### What to produce
Given the material below, output exactly the lines from the line with "Solin & Särkkä, Stat." to the line with "terms = int(np.ceil(3.0", both ends included, and no other lines.

### Given data

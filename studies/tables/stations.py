"""Checks that every table with stations shares."""

from __future__ import annotations

import numpy as np
from numpy.typing import NDArray

from pullback.studies.tables.table import Table

Array = NDArray[np.float64]
TOLERANCE = 1e-9  # of the length: what a change of units may round


def read_stations(table: Table, length: float) -> Array:
    """The stations (rows,) mm, each within 0…length; raises BadInput for those outside."""
    station = table.numbers("station", "length")
    slack = TOLERANCE * length
    outside = (station < -slack) | (station > length + slack)
    table.faults_where(outside, "station", lambda k: f"{station[k]:g} mm", f"a station within 0…{length:g} mm")
    return np.clip(station, 0.0, length)


def once(table: Table, station: Array, step: list[str] | None = None) -> None:
    """Raise BadInput for each station that stands twice (in one step)."""
    seen: set[tuple[str, float]] = set()
    twice = np.zeros(station.size, dtype=bool)
    for k, x in enumerate(station):
        place = (step[k] if step else "", float(x))
        twice[k] = place in seen
        seen.add(place)
    where = (lambda k: f' in step "{step[k]}"') if step else (lambda k: "")
    table.faults_where(twice, "station", lambda k: f"{station[k]:g} mm twice{where(k)}", "each station once")
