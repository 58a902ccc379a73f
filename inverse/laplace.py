"""Draws from the nested Laplace approximation, and the metric that it gives the sampler."""

from __future__ import annotations

from dataclasses import dataclass, replace

import numpy as np
from numpy.typing import NDArray

from pullback.inverse.evidence import Surface
from pullback.inverse.fit import Fit, Node
from pullback.inverse.layout import Field, Layout, Values
from pullback.inverse.posterior import Guess, Posterior
from pullback.inverse.root import root

Array = NDArray[np.float64]

_MOST_INFORMATION = 1e12
_HEARD = 0.1


@dataclass(frozen=True)
class Laplace:
    """`draws` (n, dim) in the coordinates of `posterior`'s layout, `covariance` (dim, dim) and `mean` (dim,) there."""

    posterior: Posterior
    draws: Array
    mean: Array
    covariance: Array


def recentred(fit: Fit) -> Layout:
    """The layout with field coefficients that expect what the data say of each at the best node."""
    posterior, layout, q = fit.posterior, fit.posterior.layout, fit.best.q
    information = np.sum(posterior.jacobian(q) ** 2, axis=0)
    values = layout.unpack(q[None])
    blocks = list(layout.blocks)
    for k, b in enumerate(blocks):
        if isinstance(b, Field):
            blocks[k] = _expecting(b, information[layout.slices[b.name]], values)
    return Layout(blocks, layout.constants)


def _expecting(field: Field, information: Array, values: Values) -> Field:
    """The field whose coordinates expect the fit: `information` (m,) by its present, standard normal coordinates.

    `centre` is what the data alone would say of a coefficient: the fit's value, its shrinkage undone. Where the data
    say next to nothing there is nothing to undo.
    """
    beta, scale = values[field.name][:, 0], field.scale(values)[1][:, 0]
    heard = information > _HEARD
    centre = np.where(heard, beta * (1.0 + information) / np.where(heard, information, 1.0), 0.0)
    return field.informed_by(np.minimum(information / scale**2, _MOST_INFORMATION), centre)


def laplace(fit: Fit, n: int, seed: int) -> Laplace:
    """n draws of the mixture over the hyper-parameters: their evidence first, then the nearest node's normal."""
    posterior = fit.posterior
    old, new = posterior.layout, recentred(fit)
    rng = np.random.Generator(np.random.Philox(key=[seed, 2]))
    hyper = Surface(fit.nodes).draw(n, rng) if fit.hyper.size else np.zeros((n, 0))
    nearest = _nearest(fit, hyper)
    draws, means = np.empty((n, old.dim)), np.empty((n, old.dim))
    covariance = np.zeros((old.dim, old.dim))
    for k in np.unique(nearest):
        node, at = fit.nodes[k], np.flatnonzero(nearest == k)
        mean, scale = _in_coordinates(node, old, new)
        spread = root(node.covariance)
        off = np.zeros((at.size, old.dim))
        off[:, fit.free] = rng.standard_normal((at.size, fit.free.size)) @ spread.T
        means[at] = mean
        draws[at] = mean + off * scale
        inner = node.covariance * np.outer(scale[fit.free], scale[fit.free])
        covariance[np.ix_(fit.free, fit.free)] += at.size / n * inner
    draws[:, fit.hyper] = means[:, fit.hyper] = hyper
    covariance += np.cov(means.T, bias=True).reshape(covariance.shape)
    moved = replace(posterior, layout=new, guesses={})
    moved.guesses = _guesses(moved, draws)
    return Laplace(moved, draws, draws.mean(axis=0), covariance)


def _nearest(fit: Fit, hyper: Array) -> NDArray[np.intp]:
    z = np.array([node.hyper for node in fit.nodes])
    return np.argmin(((hyper[:, None] - z[None]) ** 2).sum(axis=2), axis=1)


def _in_coordinates(node: Node, old: Layout, new: Layout) -> tuple[Array, Array]:
    """A node's best point in the new coordinates, and the factor from old to new of each coordinate."""
    q, scale = node.q.copy(), np.ones(old.dim)
    values = old.unpack(q[None])
    for b in new.blocks:
        if isinstance(b, Field):
            cut, was = new.slices[b.name], old.block(b.name)
            assert isinstance(was, Field)
            (mean, sd), (was_mean, was_sd) = b.scale(values), was.scale(values)
            factor = (was_sd / sd)[:, 0]
            q[cut] = q[cut] * factor + ((was_mean - mean) / sd)[:, 0]
            scale[cut] = factor
    return q, scale


def _guesses(posterior: Posterior, draws: Array) -> dict[str, Guess]:
    """First-order starting positions about the mean of the draws."""
    posterior.set_guess(draws.mean(axis=0))
    return posterior.guesses
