"""The Laplace evidence as a smooth surface over the hyper-parameters, and draws from it."""

from __future__ import annotations

from collections.abc import Sequence
from typing import Protocol

import numpy as np
from numpy.typing import NDArray
from scipy.interpolate import RBFInterpolator

Array = NDArray[np.float64]

_REACH = 3.5
_GRID = 141
_DEPTH = 25.0  # what is a billion times less likely need not bend the surface


class HasEvidence(Protocol):
    """A node of the nested fit."""

    @property
    def hyper(self) -> Array:
        """Coordinates of the hyper-parameters."""

    @property
    def log_evidence(self) -> float:
        """Log of their evidence, prior included."""


class Surface:
    """log evidence (hyper-prior included) through all nodes by a thin-plate spline over a grid of ±3.5."""

    def __init__(self, nodes: Sequence[HasEvidence]) -> None:
        kept = [n for n in nodes if np.isfinite(n.log_evidence)]
        z = np.array([n.hyper for n in kept])
        level = np.array([n.log_evidence for n in kept])
        z, first = np.unique(z.round(6), axis=0, return_index=True)
        level = level[first]
        self.axis = np.linspace(-_REACH, _REACH, _GRID)
        self.dims = z.shape[1]
        mesh = np.meshgrid(*[self.axis] * self.dims, indexing="ij")
        self.points = np.stack([m.ravel() for m in mesh], axis=1)
        # The normal prior of the coordinates is taken out first: what is left, the data's part, is smoother and flat
        # far out, where there are no nodes.
        data = np.maximum(level - level.max(), -_DEPTH) + 0.5 * np.sum(z**2, axis=1)
        order = 1 if z.shape[0] > self.dims else 0
        spline = RBFInterpolator(z, data, kernel="thin_plate_spline" if order else "linear", degree=order)
        clipped = np.clip(self.points, z.min(axis=0) - 0.5, z.max(axis=0) + 0.5)
        log = spline(clipped) - 0.5 * np.sum(self.points**2, axis=1)
        self.weight = np.exp(log - log.max())
        self.weight /= self.weight.sum()

    def moments(self) -> tuple[Array, Array]:
        """Mean and covariance of the coordinates."""
        mean = self.weight @ self.points
        off = self.points - mean
        return mean, (off * self.weight[:, None]).T @ off

    def draw(self, n: int, rng: np.random.Generator) -> Array:
        """n draws (n, dims), jittered within the grid's cells."""
        k = rng.choice(self.points.shape[0], n, p=self.weight)
        cell = self.axis[1] - self.axis[0]
        return self.points[k] + cell * (rng.random((n, self.dims)) - 0.5)
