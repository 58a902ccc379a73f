"""What the data determine and what they leave to the prior, from the whitened Jacobian at a point."""

from __future__ import annotations

from dataclasses import dataclass

import numpy as np
from numpy.typing import NDArray

from pullback.inverse.layout import Field, Scalar
from pullback.inverse.posterior import Posterior

Array = NDArray[np.float64]


@dataclass(frozen=True)
class Direction:
    """A combination of unknowns: how much of its prior variance the data take away, and its largest parts."""

    informed: float
    parts: list[tuple[str, float]]


@dataclass(frozen=True)
class Determined:
    """`informed` per proper scalar unknown, the least informed directions among them, and coefficients of the field
    that the data determine better than the prior does."""

    informed: dict[str, float]
    weakest: list[Direction]
    field_coefficients: int


def determined(posterior: Posterior, q: Array) -> Determined:
    """What the Gaussian readings determine about the point q (dim,).

    With prior precision one on every proper coordinate and J the whitened Jacobian, the posterior covariance is
    (JᵀJ + prior)⁻¹; `informed` is one less its diagonal. Directions are its eigenvectors over the proper scalars.
    """
    layout = posterior.layout
    jacobian = posterior.jacobian(q)
    proper = np.zeros(layout.dim)
    scalars: list[int] = []
    for b in layout.blocks:
        cut = layout.slices[b.name]
        if isinstance(b, Field) or (isinstance(b, Scalar) and b.prior.proper):
            proper[cut] = 1.0
        if isinstance(b, Scalar) and b.prior.proper:
            scalars.append(cut.start)
    seen = np.flatnonzero((np.sum(jacobian**2, axis=0) > 0.0) | (proper > 0.0))
    precision = jacobian[:, seen].T @ jacobian[:, seen] + np.diag(proper[seen])
    covariance = np.linalg.inv(precision)
    at = {int(i): k for k, i in enumerate(seen)}
    names = layout.names()
    informed = {names[i]: float(np.clip(1.0 - covariance[at[i], at[i]], 0.0, 1.0)) for i in scalars}
    rows = [at[i] for i in scalars]
    variance, vectors = np.linalg.eigh(covariance[np.ix_(rows, rows)])
    labels, last = [names[i] for i in scalars], range(-1, -1 - min(3, len(rows)), -1)
    weakest = [_direction(variance[k], vectors[:, k], labels) for k in last]
    information = np.sum(jacobian**2, axis=0)
    fields = [layout.slices[b.name] for b in layout.blocks if isinstance(b, Field)]
    coefficients = sum(int(np.sum(information[cut] > 1.0)) for cut in fields)
    return Determined(informed, weakest, coefficients)


def _direction(variance: float, vector: Array, names: list[str]) -> Direction:
    order = [k for k in np.argsort(-np.abs(vector))[:3] if abs(vector[k]) > 0.2]
    sign = np.sign(vector[order[0]]) if order else 1.0
    return Direction(float(np.clip(1.0 - variance, 0.0, 1.0)), [(names[k], float(sign * vector[k])) for k in order])
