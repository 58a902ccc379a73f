"""Mark positions, long (step, station, position) or wide (station, then one column per step)."""

from __future__ import annotations

import numpy as np

from pullback.studies.study import MarksTable, Rows
from pullback.studies.tables.stations import once, read_stations
from pullback.studies.tables.table import Table

KNOWN = ("step", "station", "position")


def is_wide(table: Table) -> bool:
    """Whether each column beside the station is a step."""
    return not table.has("step") and not table.has("position")


def read_marks(table: Table, length: float) -> MarksTable:
    """One row a reading; a missing position is a mark that was not read in that step."""
    return _wide(table, length) if is_wide(table) else _long(table, length)


def _long(table: Table, length: float) -> MarksTable:
    table.require(*KNOWN)
    step, station = table.labels("step"), read_stations(table, length)
    once(table, station, step)
    position = table.numbers("position", "length", missing=True)
    kept = np.isfinite(position)
    steps = tuple(s for s, k in zip(step, kept, strict=True) if k)
    return MarksTable(steps, station[kept], position[kept], Rows(table.file, table.line[kept]))


def _wide(table: Table, length: float) -> MarksTable:
    table.require("station")
    station = read_stations(table, length)
    once(table, station)
    steps = [h for h in table.headings if h.name not in ("station", "piece")]
    columns = [table.numbers(h.name, "length", missing=True) for h in steps]
    if not columns:
        table.require(*KNOWN)
    position = np.concatenate(columns)
    kept = np.isfinite(position)
    labels = np.repeat([_label(h.text, h.unit) for h in steps], station.size)[kept]
    rows = Rows(table.file, np.tile(table.line, len(steps))[kept])
    return MarksTable(tuple(str(s) for s in labels), np.tile(station, len(steps))[kept], position[kept], rows)


def _label(text: str, unit: str | None) -> str:
    """A step's label as it stands in the heading, without its unit."""
    bare = text.rstrip("]) ")
    return (
        bare[: -len(unit)].rstrip("[( ").strip()
        if unit and text.rstrip()[-1:] in "])" and bare.endswith(unit)
        else text
    )
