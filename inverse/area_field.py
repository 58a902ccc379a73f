"""The departure of a real section from its outline along the part, as a sine series with spectral weights.

g(X) = sum over k of beta_k phi_k(X) on |X − middle| < boundary, phi_k = sin(omega_k (X − middle + boundary)) /
sqrt(boundary), omega_k = k pi / (2 boundary); beta_k has the standard deviation w_k with
w_k² = spread² sqrt(2 pi) ell exp(−omega_k² ell²/2), the spectral density of the squared-exponential covariance.
Solin & Särkkä, Stat. Comput. 30 (2020) 419, eqs. 20 and 68; Riutort-Mayol et al., Stat. Comput. 33 (2023) 17.
"""

from __future__ import annotations

from dataclasses import dataclass

import numpy as np
from numpy.typing import NDArray

Array = NDArray[np.float64]


@dataclass(frozen=True)
class Basis:
    """The fixed basis of one part: `middle` and `boundary` (mm), `omega` (m,) rad/mm."""

    middle: float
    boundary: float
    omega: Array

    @classmethod
    def spanning(cls, length: float, ell_low: float, ell_high: float) -> Basis:
        """A basis that keeps the variance within 3e-4 for correlation lengths from `ell_low` to `ell_high` (mm).

        Boundary at half the length plus two of the largest correlation length, 3 boundary / ell_low terms.
        """
        boundary = 0.5 * length + 2.0 * ell_high
        terms = int(np.ceil(3.0 * boundary / ell_low))
        return cls(0.5 * length, boundary, np.arange(1.0, terms + 1.0) * float(np.pi / (2.0 * boundary)))

    def at(self, station: Array) -> Array:
        """phi_k at each station (mm), shape (stations, m)."""
        x = np.asarray(station, float)[:, None] - self.middle + self.boundary
        return np.sin(x * self.omega) / np.sqrt(self.boundary)

    def log_weight(self, spread: Array, ell: Array) -> Array:
        """log w_k, shape (m, lanes), for `spread` and `ell` (lanes,)."""
        phase = (self.omega[:, None] * ell) ** 2
        return np.log(spread) + 0.5 * np.log(np.sqrt(2.0 * np.pi) * ell) - 0.25 * phase

    def log_weight_by_log_ell(self, ell: Array) -> Array:
        """d log w_k / d log ell = 1/2 − omega_k² ell²/2, shape (m, lanes)."""
        return 0.5 - 0.5 * (self.omega[:, None] * ell) ** 2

### Result
Solin & Särkkä, Stat. Comput. 30 (2020) 419, eqs. 20 and 68; Riutort-Mayol et al., Stat. Comput. 33 (2023) 17.
"""

from __future__ import annotations

from dataclasses import dataclass

import numpy as np
from numpy.typing import NDArray

Array = NDArray[np.float64]


@dataclass(frozen=True)
class Basis:
    """The fixed basis of one part: `middle` and `boundary` (mm), `omega` (m,) rad/mm."""

    middle: float
    boundary: float
    omega: Array

    @classmethod
    def spanning(cls, length: float, ell_low: float, ell_high: float) -> Basis:
        """A basis that keeps the variance within 3e-4 for correlation lengths from `ell_low` to `ell_high` (mm).

        Boundary at half the length plus two of the largest correlation length, 3 boundary / ell_low terms.
        """
        boundary = 0.5 * length + 2.0 * ell_high
        terms = int(np.ceil(3.0 * boundary / ell_low))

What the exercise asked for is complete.